Example: I find a show to record while watching browsing TIVO number one, but want to recored the show on TIVO number four. Currently, I have to physically go to TIVO number four and record the show.

I have six TIVOs and having to run between them seems wrong in many ways.


----------



## DJ Qube (Nov 21, 2008)

I agree...This would be a nice feature. I have one HDXL and one HD. I would want to keep all my main recordings on the HDXL because of the ample storage capacity and just use the HD to play stuff off the main HDXL and rewind live TV. I shouldn't have to run into the main TV room to do that.


----------



## barbeedoll (Sep 26, 2005)

+1. With eleven TiVos to maintain I'd like to be able to do it all from one unit.

Stop gap would be to at least allow me to see the To Do list of upcoming recordings on each unit from a single unit. Next, allow me to delete shows from all units on a single one.

Barbeedoll


----------



## bkdtv (Jan 9, 2003)

MarkEngland said:


> When is TIVO going to allow the controlling and maintenance of all TIVOs on the same network from a single TIVO instead of having to physically go to each TIVO? Or is this possible now, and I just don't see it.


You can do this with remote scheduling. When you schedule a recording or season pass from the TiVo web site or your mobile phone, you get to select the TiVo where you want the program recorded.

Bookmark https://m.tivo.com on your iPhone or iPod Touch.


----------



## Malcontent (Sep 5, 2004)

barbeedoll said:


> +1. With eleven TiVos to maintain I'd like to be able to do it all from one unit.
> 
> Stop gap would be to at least allow me to see the To Do list of upcoming recordings on each unit from a single unit. Next, allow me to delete shows from all units on a single one.
> 
> Barbeedoll


11? WoW! How many hours of recording to you have total? How much do you to watch? And when do you find the time?


----------



## barbeedoll (Sep 26, 2005)

Right. Thanks. I appreciate your response.

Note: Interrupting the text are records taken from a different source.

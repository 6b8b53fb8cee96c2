import { AppError } from '../errors';
import { settings } from '../settings';

export interface Upload {
	fileName: string;
	bytes: Uint8Array;
}

const problem = (message: string): AppError =>
	new AppError('invalid', message, { fields: [{ field: 'file', message }] });

function tooLarge(size: number): AppError {
	const limit = settings().UPLOAD_LIMIT_MB;
	const found = (size / 1_048_576).toFixed(1);
	return new AppError(
		'too-large',
		`The file has ${found} MB; at most ${limit} MB are taken. Keep only the sheet with the assay values.`
	);
}

/** The field `file` of a multipart body, within the size limit. */
export async function readUpload(request: Request): Promise<Upload> {
	const limit = settings().UPLOAD_LIMIT_MB * 1_048_576;
	const announced = Number(request.headers.get('content-length') ?? 0);
	// Room for the frame round the file.
	if (announced > limit + 1_048_576) throw tooLarge(announced);
	let form: FormData;
	try {
		form = await request.formData();
	} catch (caught) {
		if (!(caught instanceof TypeError)) throw caught;
		throw problem('A multipart/form-data body with a field "file" is expected.');
	}
	const file = form.get('file');
	if (!(file instanceof File)) throw problem('The field "file" with the sheet is missing.');
	if (file.size > limit) throw tooLarge(file.size);
	return { fileName: file.name || 'sheet', bytes: new Uint8Array(await file.arrayBuffer()) };
}
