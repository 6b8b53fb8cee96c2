import { describe, expect, it } from 'vitest';
import type { RunContent } from '$lib/schemas/run';
import { Exclusions } from './exclusions';
import { drawnWords, MOST_DRAWN, runSeries } from './run-chart';

const run = (rows: number, over: Partial<RunContent> = {}): RunContent => ({
	temperature: { value: 50, unit: 'degC' },
	initial: {},
	excess: {},
	timeUnit: 'h',
	channels: [{ id: 'A', weights: { A: 1 }, unit: 'mol/L' }],
	timepoints: Array.from({ length: rows }, (_, i) => ({ time: i, values: { A: i === 1 ? { below: 0.1 } : i / 10 } })),
	...over
});
const left = (index: number, channel: string | null) =>
	({ index, channel, reasonCode: 'assay error', reason: 'vial open' }) as NonNullable<RunContent['exclusions']>[0];

describe('the points of a run in its chart', () => {
	it('are all drawn where they have room, limits as limits', () => {
		const [series] = runSeries(run(20), { A: 3 });
		expect(series.index).toBe(3);
		expect(series.points).toHaveLength(20);
		expect(series.points?.[1]).toMatchObject({ y: 0.1, below: true });
		expect(drawnWords(run(20))).toBeNull();
	});
	it('are spread evenly where there are thousands, which is said; none that is left out is missing', () => {
		const long = run(20_000, { exclusions: [left(7_777, 'A')] });
		const [series] = runSeries(long, {});
		expect(series.points).toHaveLength(MOST_DRAWN + 1);
		expect(series.points?.find((p) => p.x === 7_777)?.excluded).toBe(true);
		expect(series.points?.at(-1)?.x).toBe(19_999);
		expect(drawnWords(long)).toContain('301 of 20000 times');
	});
});

describe('what is left out of a run', () => {
	it('is a value, or a row with all its values', () => {
		const exclusions = new Exclusions(run(5, { exclusions: [left(2, null), left(3, 'A')] }));
		expect(exclusions.ofRow(2)?.channel).toBeNull();
		expect(exclusions.of(2, 'A')?.channel).toBeNull();
		expect(exclusions.of(3, 'A')?.channel).toBe('A');
		expect(exclusions.of(3, 'B')).toBeNull();
		expect(exclusions.ofRow(3)).toBeNull();
	});
});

However, I'd like to do it from one TiVo, not my PC. That way I could go into the To Do List and see what was already recorded and also have the pop-up tell me if there was a conflict.

Barbeedoll


----------



## barbeedoll (Sep 26, 2005)

It does sound like a lot, doesn't it. I use them to record when multiple channels are all showing something I like all at the same time.

Another use is so that whether we are in front of the fireplace or in the bedroom we can have a show double taped so that we don't have to wait for a MRV transfer.

Yet another way I use them is so that I can tape HD and also shows on some channels I can't get on other TiVos since I don't run cable boxes on my Series 2 and can't get all channels. Then for the non-HD footage I can transfer them through MRV to wherever I want to watch.

Another use is that I tape children's shows for my grandkids to watch in their playroom when they come to visit. It doesn't interfere with my other recordings that way.

And I use them to have plenty of storage space so that I can record lots of shows when they are on and then save up plenty to watch in the lean months like December or when the writer's strike was on. I've found that I enjoy some series better if I can sit down and watch in a shorter span than a week between episodes.

Actually, I probably only watch about 3 hours a day. But eventually I get around to using it all.

Barbeedoll


----------



## Meklos (Nov 22, 2002)

I've been hoping that they would do something like this for a long time. Start looking at the boxes as a pool of tuners instead of individual systems. If you need something recorded and you have two tuners in use on A, use the free tuner on B if it has disk space and receives the show you're wanting to record.


----------



## MarkEngland (Dec 7, 2008)

bkdtv said:


> You can do this with remote scheduling. When you schedule a recording or season pass from the TiVo web site or your mobile phone, you get to select the TiVo where you want the program recorded.
> 
> Bookmark https://m.tivo.com on your iPhone or iPod Touch.


While this suggestion is nice, it misses the point. I should be able to perform any function on any TIVO on my network from a single TIVO. For example, I should be able to delete shows on any TIVO, schedule shows on any TIVO, and recored shows from any TIVO to the TIVO with the DVD recorder. Currently, I cannot burn a show recorded on another TIVO (at least when I tried, I recieved an error).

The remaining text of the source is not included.